SUMMARY OF THE INVENTION
[0006] It is therefore one of objectives of this invention to
provide an apparatus and method for IP allocation used in a gateway
or router. The apparatus and method can dynamically allocate a
global or private IP to the internal network node, and, with the
help of specific tables, enable the node having a global IP to
directly connect with the external network and functions as a
firewall to block unknown outside interference. Thus, the provided
global IPs can be fully used, with network security being retained
at the same time.
[0007] According to one embodiment of this invention, an apparatus
for IP allocation is provided. The apparatus is used in a gateway
coupled between an external network and an internal network. The
apparatus includes an allocation module comprising a plurality of
global IPs and private IPs. The allocation module is for receiving
an IP allocation request of a node of the internal network and
allocating a first IP of the plurality of global and private IPs to
the node according to the IP allocation request. The apparatus also
includes a look-up table which is coupled to the allocation module
and contains at least one storage unit for storing a correspondence
of the first IP and a network session. Further, a connection of the
node and the external network is established according to the first
IP if the first IP is one of the global IPs.

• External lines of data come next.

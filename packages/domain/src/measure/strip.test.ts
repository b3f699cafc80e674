import { describe, expect, it } from "vitest";
import { StationResult } from "../schemas/scan-result.ts";
import { DEFAULT_LIMITS } from "../schemas/seam-model.ts";
import { decodeStations, encodeStations } from "./station-codec.ts";
import { decodeStrip, encodeStrip, stripOf } from "./strip.ts";

const scale = {
  section: { plate_a: { thickness_mm: 10 }, plate_b: { thickness_mm: 10 }, gap_mm: 1 },
  limits: { ...DEFAULT_LIMITS.adapt, lateral_mm: 2, gap_mm: 1 },
  length_mm: 100,
};
const at = (station_mm: number, lateral_mm: number, more: Partial<StationResult> = {}): StationResult => ({
  station_mm,
  measured: true,
  lateral_mm,
  ...more,
});

describe("a bead strip", () => {
  it("shows in each bin the worst share of the limit, signed as the lateral deviation", () => {
    expect(stripOf([at(5, 0.2), at(15, -1), at(60, 0.4), at(70, -0.1)], scale, 2)).toEqual([-0.5, 0.2]);
  });

  it("counts a gap by its departure from the nominal gap", () => {
    expect(stripOf([at(5, 0.1, { gap_mm: 1.9 })], scale, 1)).toEqual([0.9]);
  });

  it("leaves a bin empty when one of its stations was not measured", () => {
    const blind: StationResult = { station_mm: 20, measured: false, why: "no_points" };
    expect(stripOf([at(5, 0.2), blind, at(70, 0.2)], scale, 2)).toEqual([null, 0.1]);
  });

  it("comes back from its bytes", () => {
    const strip = [0.1, -0.5, null, 1.3, 9];
    expect(decodeStrip(encodeStrip(strip))).toEqual([0.1, -0.5, null, 1.3, 2.54]);
  });
});

describe("stored stations", () => {
  it("come back as they were, to four decimals", () => {
    const stations: StationResult[] = [
      at(0, 0.12345678, { u_lateral_mm: 0.0123, root_mm: [1.5, -2.25, 0.1], tack: true, points_a: 120 }),
      { station_mm: 2, measured: false, why: "few_points_b" },
    ];
    expect(decodeStations(encodeStations(stations), StationResult)).toEqual([
      { ...stations[0], lateral_mm: 0.1235 },
      stations[1],
    ]);
  });

  it("are refused when their version is another", () => {
    const bytes = encodeStations([at(0, 1)]);
    const changed = Uint8Array.from(bytes);
    changed[changed.indexOf("1".charCodeAt(0), 4)] = "7".charCodeAt(0);
    expect(() => decodeStations(changed, StationResult)).toThrow(/version/);
  });
});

[0008] According to another embodiment of this invention, a method
for IP allocation is provided. The method is used in a gateway
coupled between an external network and an internal network and
comprises a plurality of global IPs and private IPs. The method
includes the steps of: receiving an IP allocation request of a node
of the internal network; and allocating a first IP of the plurality
of global and private IPs to the node according to the IP
allocation request; wherein a connection of the node and the
external network is established according to the first IP if the
first IP is one of the global IPs.
BRIEF DESCRIPTION OF THE DRAWINGS
[0009] FIG. 1 is a diagram of the connection of an internal network
to an external network via a gateway or a router.
[0010] FIG. 2 is a block diagram of a preferred embodiment of the
IP allocation device of the present invention.
[0011] FIG. 3 is a block diagram of an embodiment of the data
structure of the look-up table in FIG. 2.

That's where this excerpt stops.